Composable agent identity that separates who from what framework they use and what software:

agentRef = {
did?: string // Decentralized identifier
id?: string // Opaque identifier
name?: string // Human-readable name
knowledgeRef?: knowledgeRef // Link to external authority (e.g., ORCID)
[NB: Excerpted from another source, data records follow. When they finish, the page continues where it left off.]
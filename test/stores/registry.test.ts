import request from 'supertest';
import { afterAll, beforeAll, describe, expect, it } from 'vitest';
import { testService } from '../support/service.ts';
import { STORES, type StorePlace } from '../support/stores.ts';

const ferrite = { initialPermeability: 2000, saturation: { fluxDensity_T: 0.4 } };
const rig = { instrument: { inductance: { relative: 0.01 } }, calibrationDue: '2026-06-30' };
const drawing = { inductance: { nominal_H: 1e-3, lower_H: 9e-4, upper_H: 1.1e-3 } };
const cored = (material: unknown) => ({
  shape: 'cored',
  turns: 50,
  core: { effectiveArea_m2: 1e-4, effectiveLength_m: 0.1, material },
});
const sweep = { kind: 'differential', current_A: [0, 1, 2], inductance_H: [1e-3, 1e-3, 1e-3] };

describe.each(STORES)('the registry on $engine', ({ make }) => {
  let place: StorePlace;
  let service: Awaited<ReturnType<typeof testService>>;
  const api = () => request(service.app.server);
  beforeAll(async () => {
    place = await make();
    service = await testService(place.environment);
  });
  afterAll(async () => {
    await service.dispose();
    await place.remove();
  });

  it('creates, answers with a tag, and changes nothing for the same content', async () => {
    const created = await api().put('/v1/materials/ferrite-a').send(ferrite).expect(201, ferrite);
    expect(created.headers.location).toBe('/v1/materials/ferrite-a');
    const again = await api()
      .put('/v1/materials/ferrite-a')
      .send({ saturation: { fluxDensity_T: 0.4 }, initialPermeability: 2000 })
      .expect(200);
    expect(again.headers.etag).toBe(created.headers.etag);
    const read = await api().get('/v1/materials/ferrite-a').expect(200, ferrite);
    expect(read.headers.etag).toBe(created.headers.etag);
    await api().get('/v1/materials/ferrite-a').set('if-none-match', read.headers.etag!).expect(304);
    await api().get('/v1/materials/ferrite-a').set('if-none-match', '"other"').expect(200);
  });

  it('writes only where the precondition holds', async () => {
    const { headers } = await api().put('/v1/rigs/bench-1').set('if-none-match', '*').send(rig).expect(201);
    await api().put('/v1/rigs/bench-1').set('if-none-match', '*').send(rig).expect(412);
    const newer = { ...rig, calibrationDue: '2027-06-30' };
    await api().put('/v1/rigs/bench-1').set('if-match', '"stale"').send(newer).expect(412);
    await api().get('/v1/rigs/bench-1').expect(200, rig);
    await api().put('/v1/rigs/bench-1').set('if-match', headers.etag!).send(newer).expect(200, newer);
    await api().put('/v1/rigs/nobody').set('if-match', '*').send(rig).expect(412);
    await api().put('/v1/rigs/bench-1').set('if-match', 'unquoted').send(rig).expect(400);
  });

  it('lets one of two writers win who both saw the same', async () => {
    const { headers } = await api().put('/v1/rigs/contested').send(rig).expect(201);
    const answers = await Promise.all(
      ['2027-01-01', '2027-01-02'].map((calibrationDue) =>
        api()
          .put('/v1/rigs/contested')
          .set('if-match', headers.etag!)
          .send({ ...rig, calibrationDue }),
      ),
    );
    expect(answers.map(({ status }) => status).sort()).toEqual([200, 412]);
  });

  it('never changes a released revision, and lists parts and revisions in pages', async () => {
    await api()
      .put('/v1/parts/LG-1/revisions/A')
      .send({ drawing })
      .expect(201, { number: 'LG-1', revision: 'A', drawing });
    await api().put('/v1/parts/LG-1/revisions/A').send({ drawing }).expect(200);
    const changed = await api().put('/v1/parts/LG-1/revisions/A').send({ drawing, description: 'changed' });
    expect([changed.status, changed.body.type]).toEqual([409, 'urn:coilproof:problem:conflict']);
    await api().put('/v1/parts/LG-1/revisions/B').send({ drawing }).expect(201);
    await api().put('/v1/parts/LG-10/revisions/A').send({ drawing }).expect(201);
    const odd = encodeURIComponent('LG/2 ä');
    await api().put(`/v1/parts/${odd}/revisions/A`).send({ drawing }).expect(201);
    expect((await api().get(`/v1/parts/${odd}/revisions/A`)).body.number).toBe('LG/2 ä');
    const revisions = await api().get('/v1/parts/LG-1').expect(200);
    expect(revisions.body.parts.map((part: { revision: string }) => part.revision)).toEqual(['A', 'B']);
    const seen: string[] = [];
    let after: string | null = '';
    while (after !== null) {
      const page: request.Response = await api()
        .get('/v1/parts')
        .query({ limit: 2, ...(after && { after }) })
        .expect(200);
      seen.push(
        ...page.body.parts.map((part: { number: string; revision: string }) => `${part.number} ${part.revision}`),
      );
      after = page.body.after;
    }
    expect(seen).toHaveLength(4);
    expect(new Set(seen).size).toBe(4);
    await api().get('/v1/parts/nobody').expect(404);
  });

  it('names the field of a reference that leads nowhere', async () => {
    const lot = await api()
      .put('/v1/lots/L-1')
      .send({ part: { number: 'nobody', revision: 'A' } });
    expect([lot.status, lot.body.errors[0].pointer]).toEqual([422, '/part']);
    const part = await api()
      .put('/v1/parts/LG-3/revisions/A')
      .send({ construction: { coil: cored('unobtainium') } });
    expect([part.status, part.body.errors[0].pointer]).toEqual([422, '/construction/coil/core/material']);
    const energy = await api()
      .post('/v1/energy')
      .send({ inductor: { coil: cored('unobtainium') }, current_A: 1 });
    expect([energy.status, energy.body.errors[0].pointer]).toEqual([422, '/inductor/coil/core/material']);
    const approval = await api()
      .post('/v1/approvals')
      .send({ part: { number: 'nobody', revision: 'A' }, duty: { peakCurrent_A: 1 } });
    expect([approval.status, approval.body.errors[0].pointer]).toEqual([422, '/part']);
  });

  it('keeps a lot with its part', async () => {
    await api()
      .put('/v1/lots/L-2')
      .send({ part: { number: 'LG-1', revision: 'A' } })
      .expect(201);
    await api()
      .put('/v1/lots/L-2')
      .send({ part: { number: 'LG-1', revision: 'A' }, size: 5 })
      .expect(200);
    await api()
      .put('/v1/lots/L-2')
      .send({ part: { number: 'LG-1', revision: 'B' } })
      .expect(409);
  });

  it('calculates with a registered material as with the same one inline', async () => {
    const [byId, inline] = await Promise.all(
      ['ferrite-a', ferrite].map((material) =>
        api()
          .post('/v1/energy')
          .send({ inductor: { coil: cored(material) }, current_A: 2 }),
      ),
    );
    expect(byId!.status).toBe(200);
    expect(byId!.body).toEqual(inline!.body);
  });

  it('approves a registered part, and records what its references stood for', async () => {
    await api()
      .put('/v1/parts/LG-4/revisions/A')
      .send({ drawing, construction: { coil: cored('ferrite-a') } })
      .expect(201);
    const unit = { serial: 'U-1', measuredAt: '2026-06-30T23:30:00+02:00', rig: 'on-time', sweep };
    await api().put('/v1/rigs/on-time').send(rig);
    const { body, status } = await api()
      .post('/v1/approvals')
      .send({ part: { number: 'LG-4', revision: 'A' }, duty: { peakCurrent_A: 1 }, evidence: { units: [unit] } });
    expect(status).toBe(201);
    expect(body.part.construction.coil.core.material).toEqual(ferrite);
    expect(body.evidence.units[0].instrument).toEqual(rig.instrument);
    expect(body.references.map(({ kind, id }: { kind: string; id: string }) => `${kind} ${id}`)).toEqual([
      'part LG-4/A',
      'rig on-time',
      'material ferrite-a',
    ]);
    await api().put('/v1/materials/ferrite-a').send({ initialPermeability: 1 }).expect(200);
    expect((await api().get(`/v1/approvals/${body.id}`)).body).toEqual(body);
  });

  it('leaves a reading of a rig out of calibration undecided, and says so', async () => {
    await api().put('/v1/rigs/late').send(rig);
    const unit = { serial: 'U-2', measuredAt: '2026-07-01T00:00:00Z', rig: 'late', sweep };
    const { body } = await api()
      .post('/v1/approvals')
      .send({ part: { number: 'LG-1', revision: 'A' }, duty: { peakCurrent_A: 1 }, evidence: { units: [unit] } });
    expect(body.verdict).toBe('refer');
    expect(body.checks[0]).toMatchObject({ check: 'measured-inductance', outcome: 'inconclusive' });
    expect(body.checks[0].detail).toMatch(/calibration of rig late ended on 2026-06-30/);
  });
});
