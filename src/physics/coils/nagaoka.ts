import { VACUUM_PERMEABILITY_H_PER_M } from '../constants.ts';
import { ellipticKAndKMinusE } from '../numerics/elliptic.ts';

/**
 * The inductance of a cylindrical current sheet, L. Lorenz, Annalen der Physik 243 (1879) 161 (from memory), as H. Nagaoka
 * wrote it: that of the endless solenoid times a coefficient of the proportions alone (The inductance coefficients of
 * solenoids, J. Coll. Sci. Tokyo 27(6), 1909).
 */

/** Terms of the two series: at the edge of their ranges, (1/4)², the twelfth is below 1e-18. */
const TERMS = 12;
const SERIES_BELOW = 0.25;

/**
 * αₘ of ₂F₁(−½, ½; 2; −y) = Σ αₘ yᵐ, and αₘ hₘ of the second, logarithmic solution of the same hypergeometric equation,
 * Σ αₘ yᵐ (ln(4/√y) + hₘ), whose hₘ differ by half a difference of digamma functions (DLMF 15.10.8).
 */
function seriesCoefficients(): { plain: Float64Array; logarithmic: Float64Array } {
  const plain = new Float64Array(TERMS);
  const logarithmic = new Float64Array(TERMS);
  let alpha = 1;
  let h = -0.5;
  for (let m = 0; m < TERMS; m++) {
    plain[m] = alpha;
    logarithmic[m] = alpha * h;
    alpha *= (-(m - 0.5) * (m + 0.5)) / ((m + 1) * (m + 2));
    h += (1 / (m + 1) + 1 / (m + 2) - 1 / (m - 0.5) - 1 / (m + 0.5)) / 2;
  }
  return { plain, logarithmic };
}
const { plain, logarithmic } = seriesCoefficients();

function polynomial(coefficients: Float64Array, y: number): number {
  let sum = 0;
  for (let m = TERMS - 1; m >= 0; m--) sum = sum * y + coefficients[m]!;
  return sum;
}

/**
 * Nagaoka's coefficient of a cylindrical current sheet with u = diameter/length.
 *
 * - u < 1/4, long: ₂F₁(−½, ½; 2; −u²) − 4u/3π.
 * - 1/u < 1/4, short: with y = 1/u², (2/πu)(₂F₁(−½, ½; 2; −y) ln 4u + Σ αₘ hₘ yᵐ), whose first terms are Rayleigh and
 *   Niven's (Rosa and Grover, NBS Scientific Paper 169, formula (69), from memory).
 * - between: Lorenz's closed form (4/3πk')((k'²/k²)(K − E) + E − k) with k = sin arctan u, which at the flat end is a small
 *   difference and is not used there.
 *
 * | u           | worst relative error | against                                 |
 * |-------------|----------------------|-----------------------------------------|
 * | 1e-6 to 1e6 | 3e-15                | Lorenz's closed form, mpmath, 60 digits |
 * | 0.05 to 10  | 2e-9                 | energy of the field by Parseval         |
 */
export function nagaokaCoefficient(diameterOverLength: number): number {
  const u = diameterOverLength;
  if (u < SERIES_BELOW) return polynomial(plain, u * u) - (4 / (3 * Math.PI)) * u;
  if (u * SERIES_BELOW > 1) {
    const x = 1 / u;
    const y = x * x;
    return (2 / Math.PI) * x * (polynomial(plain, y) * Math.log(4 * u) + polynomial(logarithmic, y));
  }
  const square = u * u;
  const secant = Math.sqrt(1 + square);
  const { k, kMinusE } = ellipticKAndKMinusE(1 / secant, square / (1 + square));
  return (4 / (3 * Math.PI)) * (secant * (k + (1 / square - 1) * kMinusE) - u);
}

/** Inductance in H of a cylindrical current sheet, lengths in m: µ0 π a² N²/l times Nagaoka's coefficient. */
export function currentSheetInductance_H(turns: number, diameter_m: number, length_m: number): number {
  const ratio = diameter_m / length_m;
  const endless = VACUUM_PERMEABILITY_H_PER_M * (Math.PI / 4) * ratio * diameter_m * turns * turns;
  return endless * nagaokaCoefficient(ratio);
}
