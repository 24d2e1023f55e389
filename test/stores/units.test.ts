import { spawn } from 'node:child_process';
import { once } from 'node:events';
import request from 'supertest';
import { afterAll, beforeAll, describe, expect, it } from 'vitest';
import { testService } from '../support/service.ts';
import { STORES, type StorePlace } from '../support/stores.ts';

const drawing = {
  inductance: { nominal_H: 1e-3, lower_H: 9e-4, upper_H: 1.1e-3 },
  saturation: { current_A: 4, inductanceDrop: 0.3, temperature_degC: 25 },
};
const rig = {
  instrument: { inductance: { relative: 0.002 }, current: { relative: 0.001 } },
  calibrationDue: '2026-12-31',
};
/** Falls along L0·(1 − i/20 A): drops by 30 % at 6 A. */
const unit = (serial: string, l0 = 1e-3, over: object = {}) => ({
  serial,
  measuredAt: '2026-03-01T08:00:00Z',
  rig: 'bench',
  sweep: {
    kind: 'differential',
    current_A: [0, 2, 4, 6, 8],
    inductance_H: [0, 2, 4, 6, 8].map((i) => l0 * (1 - i / 20)),
  },
  ...over,
});

async function register(api: () => ReturnType<typeof request>, lot: string): Promise<void> {
  await api().put('/v1/rigs/bench').send(rig);
  await api().put('/v1/parts/LG-9/revisions/A').send({ drawing });
  await api()
    .put(`/v1/lots/${lot}`)
    .send({ part: { number: 'LG-9', revision: 'A' } });
}

const lines = (text: string) =>
  text
    .trim()
    .split('\n')
    .map((line) => JSON.parse(line));

function asText(response: NodeJS.ReadableStream, done: (error: Error | null, body: string) => void): void {
  let text = '';
  response.setEncoding('utf8');
  response.on('data', (chunk: string) => {
    text += chunk;
  });
  response.on('end', () => done(null, text));
}

describe.each(STORES)('units of a lot on $engine', ({ make }) => {
  let place: StorePlace;
  let service: Awaited<ReturnType<typeof testService>>;
  const api = () => request(service.app.server);
  const postText = (lot: string, type: string, body: string) =>
    api()
      .post(`/v1/lots/${lot}/units`)
      .set('content-type', type)
      .buffer()
      .parse(asText as never)
      .send(body);
  beforeAll(async () => {
    place = await make();
    service = await testService(place.environment);
    await register(api, 'L-1');
  });
  afterAll(async () => {
    await service.dispose();
    await place.remove();
  });

  it('judges a unit at once, each quantity with the rig’s uncertainty', async () => {
    const { body, status } = await api().post('/v1/lots/L-1/units').send(unit('U-1'));
    expect([status, body.status, body.outcome]).toEqual([201, 'recorded', 'pass']);
    const [inductance, saturation, energy] = body.quantities;
    expect(inductance).toMatchObject({ quantity: 'inductance', outcome: 'pass', observed: { value: 1e-3 } });
    // The gain's 0.2 % of 1 mH; the current's gain moves nothing at zero current.
    expect(inductance.observed.standardUncertainty).toBeGreaterThan(1.99e-6);
    expect(saturation.observed.value).toBeCloseTo(6, 6);
    // ∫ i L0 (1 − i/20) di up to 4 A
    expect(energy.observed.value).toBeCloseTo(1e-3 * (8 - 64 / 60), 9);
    expect(energy).not.toHaveProperty('outcome');
  });

  it('answers a repeat as before, and refuses another content under the same key', async () => {
    const first = await api().post('/v1/lots/L-1/units').send(unit('U-1'));
    expect([first.status, first.body.status]).toEqual([200, 'repeated']);
    const other = await api().post('/v1/lots/L-1/units').send(unit('U-1', 1.01e-3));
    expect([other.status, other.body.type]).toEqual([409, 'urn:coilproof:problem:conflict']);
    const later = unit('U-1', 1e-3, { measuredAt: '2026-03-01T09:00:00Z' });
    expect((await api().post('/v1/lots/L-1/units').send(later)).status).toBe(201);
  });

  it('answers NDJSON line by line, in order, a bad line as a problem on that line', async () => {
    const body = [
      JSON.stringify(unit('N-1')),
      '{"serial": ',
      JSON.stringify({ ...unit('N-2'), sped: 1 }),
      JSON.stringify(unit('N-3', 2e-3)),
      JSON.stringify(unit('N-1')),
      JSON.stringify(unit('N-4', 1e-3, { rig: 'nobody' })),
      JSON.stringify(unit('N-5', 1e-3, { sweep: { kind: 'differential', current_A: [0, 0], inductance_H: [1, 1] } })),
    ].join('\n');
    const answer = await postText('L-1', 'application/x-ndjson', body);
    expect(answer.status).toBe(200);
    const answers = lines(answer.body);
    expect(answers.map(({ line, status, outcome }) => [line, status, outcome])).toEqual([
      [1, 'recorded', 'pass'],
      [2, 'refused', undefined],
      [3, 'refused', undefined],
      [4, 'recorded', 'fail'],
      [5, 'repeated', 'pass'],
      [6, 'refused', undefined],
      [7, 'refused', undefined],
    ]);
    expect(answers[1].problem.status).toBe(400);
    expect(answers[2].problem.errors).toEqual([{ pointer: '/sped', detail: 'unknown field' }]);
    expect(answers[5].problem.errors[0].pointer).toBe('/rig');
    expect(answers[6].problem.errors[0].pointer).toMatch(/^\/sweep\/current_A/);
  });

  it('reads a spreadsheet’s CSV, and refuses one whose header it cannot read', async () => {
    const csv =
      '\uFEFFserial;measured at;rig;current [A];inductance [µH]\r\nC-1;2026-03-02T08:00:00Z;bench;0;1000,0\r\nC-1;2026-03-02T08:00:00Z;bench;8;600,0\r\n';
    const answer = await postText('L-1', 'text/csv', csv);
    expect(lines(answer.body)).toMatchObject([{ line: 2, status: 'recorded', serial: 'C-1', outcome: 'pass' }]);
    const bad = await postText('L-1', 'text/csv', 'serial;current\r\n');
    expect(bad.status).toBeGreaterThanOrEqual(400);
    expect(bad.status).toBeLessThan(500);
    expect(bad.headers['content-type']).toMatch(/problem\+json/);
  });

  it('is inconclusive where the sweep ends before the current it must prove', async () => {
    const sweep = { kind: 'differential', current_A: [0, 3], inductance_H: [1e-3, 1e-3] };
    const { body } = await api()
      .post('/v1/lots/L-1/units')
      .send(unit('S-1', 1e-3, { sweep }));
    expect(body.outcome).toBe('inconclusive');
    expect(body.quantities[1].detail).toMatch(/at least 3 A/);
  });

  it('404 for a lot that is not registered', async () => {
    await api().post('/v1/lots/nobody/units').send(unit('X')).expect(404);
  });

  it('counts each unit once however often and however concurrently it is posted', async () => {
    await register(api, 'L-2');
    const serials = Array.from({ length: 40 }, (_, k) => `P-${k}`);
    const posts = [...serials, ...serials, ...serials].map((serial) =>
      api().post('/v1/lots/L-2/units').send(unit(serial)),
    );
    const answers = await Promise.all(posts);
    expect(answers.every(({ status }) => status === 200 || status === 201)).toBe(true);
    expect(answers.filter(({ status }) => status === 201)).toHaveLength(40);
    const { body } = await api().get('/v1/lots/L-2').expect(200);
    expect(body.counts).toEqual({ pass: 40, inconclusive: 0, fail: 0, outOfCalibration: 0 });
  });

  it('pages through what was recorded', async () => {
    const seen: string[] = [];
    let after: string | null = '';
    while (after !== null) {
      const page: request.Response = await api()
        .get('/v1/lots/L-2/units')
        .query({ limit: 15, ...(after && { after }) })
        .expect(200);
      seen.push(...page.body.units.map((entry: { unit: { serial: string } }) => entry.unit.serial));
      after = page.body.after;
    }
    expect([new Set(seen).size, seen.length]).toEqual([40, 40]);
    const failed = await api().get('/v1/lots/L-1/units').query({ outcome: 'fail' });
    expect(failed.body.units.map((entry: { unit: { serial: string } }) => entry.unit.serial)).toEqual(['N-3']);
  });

  it('tells of units as they are recorded, from the last that the caller had', async () => {
    await register(api, 'L-3');
    await api().post('/v1/lots/L-3/units').send(unit('E-1'));
    await service.app.listen({ port: 0, host: '127.0.0.1' });
    const address = service.app.server.address() as { port: number };
    const events = await fetch(`http://127.0.0.1:${address.port}/v1/lots/L-3/events`, {
      headers: { 'last-event-id': '0' },
    });
    expect(events.headers.get('content-type')).toContain('text/event-stream');
    const second = new Promise((resolve) => setTimeout(resolve, 100)).then(() =>
      api().post('/v1/lots/L-3/units').send(unit('E-2', 2e-3)),
    );
    let text = '';
    for await (const chunk of events.body!) {
      text += new TextDecoder().decode(chunk);
      if (text.includes('E-2')) break;
    }
    await second;
    const told = [...text.matchAll(/id: (\d+)\nevent: unit\ndata: (.*)\n\n/g)].map(([, id, data]) => ({
      id: Number(id),
      ...JSON.parse(data!),
    }));
    expect(told.map(({ serial, outcome }) => [serial, outcome])).toEqual([
      ['E-1', 'pass'],
      ['E-2', 'fail'],
    ]);
    expect(told[1].id).toBeGreaterThan(told[0].id);
  });
});

describe.each(STORES)('kill -9 on $engine', ({ make }) => {
  it('leaves every acknowledged unit in the store, once', async () => {
    const place = await make();
    const start = async () => {
      const child = spawn(process.execPath, ['src/main.ts'], {
        env: { ...process.env, ...place.environment, PORT: '0', LOG_LEVEL: 'info' },
        stdio: ['ignore', 'pipe', 'inherit'],
      });
      let log = '';
      child.stdout.setEncoding('utf8');
      while (!/listening at/i.test(log)) log += (await once(child.stdout, 'data'))[0];
      child.stdout.resume();
      return { child, base: /http:\/\/127\.0\.0\.1:\d+/.exec(log)![0] };
    };
    const send = (base: string, method: string, path: string, body: object) =>
      fetch(base + path, { method, headers: { 'content-type': 'application/json' }, body: JSON.stringify(body) });
    let { child, base } = await start();
    await send(base, 'PUT', '/v1/rigs/bench', rig);
    await send(base, 'PUT', '/v1/parts/LG-9/revisions/A', { drawing });
    await send(base, 'PUT', '/v1/lots/K-1', { part: { number: 'LG-9', revision: 'A' } });
    const acknowledged = new Set<string>();
    const serials = Array.from({ length: 60 }, (_, k) => `K-${k}`);
    // The kill comes between two acknowledgements, whatever the machine's speed: after the twentieth.
    const posting = serials.map(async (serial) => {
      const answer = await send(base, 'POST', '/v1/lots/K-1/units', unit(serial)).catch(() => undefined);
      if (!answer?.ok) return;
      acknowledged.add(serial);
      if (acknowledged.size === 20) child.kill('SIGKILL');
    });
    await Promise.all(posting);
    if (child.exitCode === null && child.signalCode === null) await once(child, 'exit');
    ({ child, base } = await start());
    const found = (await (await fetch(`${base}/v1/lots/K-1/units?limit=200`)).json()) as {
      units: { unit: { serial: string } }[];
    };
    const stored = found.units.map((entry) => entry.unit.serial);
    expect(acknowledged.size).toBeGreaterThanOrEqual(20);
    expect([...acknowledged].filter((serial) => !stored.includes(serial))).toEqual([]);
    const again = await Promise.all(serials.map((serial) => send(base, 'POST', '/v1/lots/K-1/units', unit(serial))));
    expect(again.filter(({ status }) => status === 200)).toHaveLength(stored.length);
    expect(again.filter(({ status }) => status === 201)).toHaveLength(60 - stored.length);
    const { counts } = (await (await fetch(`${base}/v1/lots/K-1`)).json()) as { counts: object };
    expect(counts).toEqual({ pass: 60, inconclusive: 0, fail: 0, outOfCalibration: 0 });
    child.kill('SIGTERM');
    await once(child, 'exit');
    await place.remove();
  });
});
personaRef?: AtUri // Link to persona record (framework, theory, background)
tool?: {
name: string // Tool name (e.g., "spaCy", "BERT", "Manual")
version?: string
sourceUri?: string // URI to tool source/docs
}
}

Why separate fields?

  • An annotator might have a DID, a persona (their linguistic background/framework), and use a specific annotation tool (Inception, Prodigy, custom script).
  • Linking to Persona and Tool metadata separately enables discovery and reproducibility.

Example:

{
"did": "did:key:z6MkhaXgBZDvotzL5oJQWZxv8KhfZXv...",
"name": "Alice Chen",
"personaRef": "at://did:plc:personas/alice-chen#1980-2025",
"tool": {
"name": "Inception",
"version": "24.1"
}
}

annotationMetadata

Three-way provenance tracking: agent + persona + tool, plus confidence and digest:

annotationMetadata = {
agent: agentRef // Who created the annotation
timestamp: string (ISO 8601) // When
confidence?: number // 0.0–1.0 confidence score

personaUri?: AtUri // Explicit link to persona
toolUri?: AtUri // Link to tool record

digest?: {
algorithm: "sha256" | string
value: string // Hash of annotation data
}

dependencies?: objectRef[] // Upstream records this was derived from

metadata?: featureMap // Additional key-value data
}

Use cases:

  • Human annotation: agent is the annotator, tool is the annotation interface.
  • Model prediction: agent is the model (e.g., a neural network), personaUri could link to a persona describing the model's training data/framework.
  • Provenance chain: a semantic role annotation lists its dependency parse and POS tagger outputs in dependencies, enabling reproducibility and invalidation tracking.
  • Adjudication: metadata includes notes on why annotators agreed/disagreed.

temporalExpression

Composable temporal annotation that separates what time, how precise, and what role into independent pieces. Fully subsumes TimeML/ISO-TimeML TIMEX3, OWL-Time, Allen's Interval Algebra, and ISO 8601. See the Temporal Representation guide for full coverage with standards mapping tables.

temporalExpression = {
type?: string // "date" | "time" | "duration" | "set" | "interval" | "relative"
value?: temporalEntity // The normalized temporal value
modifier?: temporalModifier // Qualitative modification (approximate, early, late, etc.)
anchorRef?: objectRef // What this is relative to (DCT, another temporal expression)
function?: string // Document role: "creation-time" | "publication-time" | etc.
}

temporalEntity = {
instant?: string // ISO 8601 point: "2024-03-15T14:30:00Z"
intervalStart?: string // ISO 8601 interval start
intervalEnd?: string // ISO 8601 interval end
duration?: string // ISO 8601 duration: "P3Y", "PT2H30M"
earliest?: string // Lower bound for vague times
latest?: string // Upper bound for vague times
granularity?: string // "year" | "month" | "day" | "hour" | "second" | ...
calendar?: string // "gregorian" | "hijri" | "hebrew" | "unix" | ...
recurrence?: string // ISO 8601 repeating: "R/P1W" (weekly)
}

temporalModifier = {
mod?: string // "approximate" | "early" | "mid" | "late" | "before" | "after" | ...
}

Dispatch convention: Consumers check which temporalEntity fields are populated: instant only means a point, intervalStart+intervalEnd means a bounded interval, duration only means a pure duration, earliest+latest means uncertain bounds, recurrence means a repeating pattern.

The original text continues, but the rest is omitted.